---------- EXTRACTED INFORMATION

package report

import (
	"bufio"
	"bytes"
	"encoding/json"
	"errors"
	"fmt"
	"io"
	"math"
	"strconv"

	"slowpoint/model"
	"slowpoint/model/cell"
	"slowpoint/rules"
)

// Schema names the form of results.json.
const Schema = "slowpoint/results/1"

// JSON writes results.json, one product after the other; none is kept in memory.
// Problems and NotCalculated of the head may grow until Close.
type JSON struct {
	w        io.Writer
	h        *Head
	products spool
	buf      *bufio.Writer // in front of the spool
	n        int
	line     []byte // scratch
	fault    error  // the first values that could not be written
}

// NewJSON makes a writer of results.json; nothing reaches w before Close.
func NewJSON(w io.Writer, h *Head) *JSON {
	j := &JSON{w: w, h: h}
	j.buf = bufio.NewWriterSize(&j.products, 1<<16)
	return j
}

// The parts of results.json. A number that does not exist is null.
type (
	planJSON struct {
		Name    string          `json:"name"`
		SHA256  string          `json:"sha256"`
		Items   json.RawMessage `json:"items"`
		Sources []sourceJSON    `json:"sources,omitempty"`
	}
	sourceJSON struct {
		File   string `json:"file"`
		SHA256 string `json:"sha256"`
	}
	problemJSON struct {
		At      string `json:"at"`
		From    string `json:"from,omitempty"`
		Level   string `json:"level"`
		Typed   string `json:"typed"`
		Message string `json:"message"`
		Hint    string `json:"hint"`
	}
	notCalculatedJSON struct {
		Product string        `json:"product"`
		At      string        `json:"at"`
		Because []problemJSON `json:"because"`
	}
	knownJSON struct {
		Case      string          `json:"case"`
		Source    string          `json:"source"`
		Expected  json.RawMessage `json:"expected"`
		Got       json.RawMessage `json:"got"`
		Allowance json.RawMessage `json:"allowance"`
		Unit      string          `json:"unit"`
		OK        bool            `json:"ok"`
	}
	filmJSON struct {
		Face    string          `json:"face"`
		Film    json.RawMessage `json:"film_W_m2K"` // null: the surface itself is held, or no heat passes
		Total   json.RawMessage `json:"total_W_m2K"`
		Typed   bool            `json:"typed"`
		Source  string          `json:"source"`
		Caution string          `json:"caution"`
	}
	stepJSON struct {
		Step         string          `json:"step"`
		Stage        string          `json:"stage"`
		Start        json.RawMessage `json:"start_s"`
		End          json.RawMessage `json:"end_s"`
		Surroundings string          `json:"surroundings"`
		Measured     bool            `json:"medium_measured"`
		Until        json.RawMessage `json:"until_C"`
		Reached      *bool           `json:"until_reached"`
		PropsAt      json.RawMessage `json:"properties_at_C"`
		K            json.RawMessage `json:"conductivity_W_mK"`
		Rho          json.RawMessage `json:"density_kg_m3"`
		C            json.RawMessage `json:"specific_heat_J_kgK"`
		RaisedFrom   json.RawMessage `json:"medium_raised_from_C"`
		RaisedTo     json.RawMessage `json:"medium_raised_to_C"`
		Films        []filmJSON      `json:"films"`
	}
	findingJSON struct {
		Limit           string          `json:"limit"`
		Rule            string          `json:"rule"`
		Level           string          `json:"level"`
		Verdict         string          `json:"verdict"`
		Value           json.RawMessage `json:"value"`
		Required        json.RawMessage `json:"required"`
		Unit            string          `json:"unit"`
		MarginK         json.RawMessage `json:"margin_K"`
		MarginS         json.RawMessage `json:"margin_s"`
		AtS             json.RawMessage `json:"at_s"`
		AtMM            json.RawMessage `json:"at_mm"`
		Place           string          `json:"place"`
		ClockStart      json.RawMessage `json:"clock_start_s"`
		ClockEnd        json.RawMessage `json:"clock_end_s"`
		Code            string          `json:"code"`
		Clause          string          `json:"clause"`
		Edition         string          `json:"edition"`
		Cells           []string        `json:"cells"`
		Why             string          `json:"why"`
		Notes           []string        `json:"notes"`
		LowConductivity bool            `json:"low_conductivity"`
		WellMixed       bool            `json:"well_mixed"`
	}
	worstJSON struct {
		Limit   string          `json:"limit"`
		Ends    []string        `json:"ends"`
		Verdict string          `json:"typed_verdict"`
		Value   json.RawMessage `json:"typed_value"`
		MarginK json.RawMessage `json:"typed_margin_K"`
		MarginS json.RawMessage `json:"typed_margin_s"`
		Share   *shareJSON      `json:"drawn,omitempty"`
		Drivers []driverJSON    `json:"drivers"`
	}
	shareJSON struct {
		Pieces int             `json:"pieces"`
		Met    int             `json:"met"`
		Low    json.RawMessage `json:"share_low"`
		High   json.RawMessage `json:"share_high"`
		Seed   uint64          `json:"seed"`
	}
	driverJSON struct {
		Quantity string    `json:"quantity"`
		At       string    `json:"at"`
		Basis    string    `json:"basis"`
		Ends     []endJSON `json:"ends"`
	}
	endJSON struct {
		End     string          `json:"end"`
		Verdict string          `json:"verdict"`
		MarginK json.RawMessage `json:"margin_change_K"`
		MarginS json.RawMessage `json:"margin_change_s"`
	}
	recordJSON struct {
		Record     string          `json:"record"`
		At         string          `json:"at"`
		What       string          `json:"what_it_measured"`
		File       string          `json:"file"`
		SHA256     string          `json:"sha256"`
		Sheet      string          `json:"sheet"`
		Column     string          `json:"column"`
		Unit       string          `json:"unit"`
		Begins     string          `json:"begins"`
		Verdict    string          `json:"verdict"`
		Readings   int             `json:"readings"`
		Step       json.RawMessage `json:"usual_step_s"`
		Resolution json.RawMessage `json:"resolution_K"`
		Accuracy   json.RawMessage `json:"accuracy_K"`
		Correction json.RawMessage `json:"correction_K"`
		Missing    int             `json:"missing"`
		Doubtful   int             `json:"doubtful"`
		Unseen     string          `json:"unnoticed,omitempty"`
		Gaps       json.RawMessage `json:"gaps_s"`
		Before     int             `json:"left_out_before"`
		After      int             `json:"left_out_after"`
		Findings   []findingJSON   `json:"findings"`
		Against    *againstJSON    `json:"against_prediction,omitempty"`
		Problems   []problemJSON   `json:"problems"`
	}
	deviationJSON struct {
		Records  []recordJSON    `json:"records"`
		Verdict  string          `json:"verdict"`
		Why      string          `json:"why"`
		Within   json.RawMessage `json:"simplified_within_K"`
		Findings []findingJSON   `json:"findings"`
		Groups   []groupJSON     `json:"groups"`
	}
	againstJSON struct {
		Air      bool            `json:"surroundings_recorded"`
		Place    string          `json:"place"`
		AtMM     json.RawMessage `json:"at_mm"`
		Readings int             `json:"readings"`
		LeftOut  int             `json:"doubtful_left_out,omitempty"`
		Bias     json.RawMessage `json:"bias_K"`
		RMS      json.RawMessage `json:"rms_K"`
		Colder   json.RawMessage `json:"colder_while_heated_K"`
		ColderS  json.RawMessage `json:"colder_at_s"`
		Warmer   json.RawMessage `json:"warmer_otherwise_K"`
		WarmerS  json.RawMessage `json:"warmer_at_s"`
		Slowest  json.RawMessage `json:"slowest_place_beyond_K"`
		SlowestS json.RawMessage `json:"slowest_place_at_s"`
		Fitted   []fittedJSON    `json:"fitted,omitempty"`
	}
	fittedJSON struct {
		What  string          `json:"what"`
		Value json.RawMessage `json:"value"`
		Low   json.RawMessage `json:"low"`
		High  json.RawMessage `json:"high"`
		Typed json.RawMessage `json:"typed"`
		Unit  string          `json:"unit"`
		Told  bool            `json:"told_by_the_record"`
	}
	groupJSON struct {
		Group     string `json:"group"`
		Join      string `json:"join"`
		Verdict   string `json:"verdict"`
		DecidedBy string `json:"decided_by"`
	}
	cautionJSON struct {
		Key  string `json:"key"`
		Text string `json:"text"`
	}
	readingJSON struct {
		At     string `json:"at"`
		From   string `json:"from,omitempty"`
		Column string `json:"column"`
		Typed  string `json:"typed"`
		Used   string `json:"used"`
		Why    string `json:"why"`
	}
)

// Add writes one product; it may be forgotten afterwards.
func (j *JSON) Add(p *Product) error {
	if p == nil || p.History == nil {
		return errors.New("results.json: a product without a history")
	}
	if j.n > 0 {
		j.put(",\n")
	}
	j.n++
	w := p.History
	j.put("  {\n")
	j.text("product", p.Product.Name)
	j.text("process", p.Process)
	j.text("family", p.Family)
	j.text("recipe_version", p.RecipeVersion)
	j.text("batch", p.Batch)
	j.text("note", p.Note)
	j.text("verdict", overall(p.Judgement.Verdict).String())
	j.text("why", p.Judgement.Why)
	j.text("method", w.Method)
	j.value("recorded", w.Recorded)
	j.value("error_K", tenFigures(&w.ErrorK))
	j.text("bound", w.Bound)
	if w.Bound != "" {
		j.value("bound_from_s", exactNumber(&w.BoundFromS))
	}
	j.samples(p)
	list(j, "steps", stepsOf(w.Spans), false)
	list(j, "findings", findingsOf(p.Judgement.Findings), false)
	if len(p.Worst) > 0 {
		list(j, "worst_cases", worstOfAll(p), false)
	}
	list(j, "groups", groupsOf(p.Judgement.Groups), false)
	if len(p.Measured) > 0 {
		list(j, "records", recordsOf(p), false)
	}
	if v := p.Deviation; v != nil {
		j.value("as_recorded", deviationJSON{Records: recordsIn(v.Records), Verdict: overall(v.Judgement.Verdict).String(), Why: v.Judgement.Why,
			Within: exactNumber(&v.WithinK), Findings: findingsOf(v.Judgement.Findings), Groups: groupsOf(v.Judgement.Groups)})
	}
	list(j, "cautions", cautionsOf(Cautions(j.h, p)), false)
	list(j, "input", readingsOf(p.Readings), true)
	j.put("  }")
	return errors.Join(j.buf.Flush(), j.fault)
}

--------------------

EXERCISE: Restate the data verbatim through the "products spool" line.

YOUR SOLUTION:
package report

import (
	"bufio"
	"bytes"
	"encoding/json"
	"errors"
	"fmt"
	"io"
	"math"
	"strconv"

	"slowpoint/model"
	"slowpoint/model/cell"
	"slowpoint/rules"
)

// Schema names the form of results.json.
const Schema = "slowpoint/results/1"

// JSON writes results.json, one product after the other; none is kept in memory.
// Problems and NotCalculated of the head may grow until Close.
type JSON struct {
	w        io.Writer
	h        *Head
	products spool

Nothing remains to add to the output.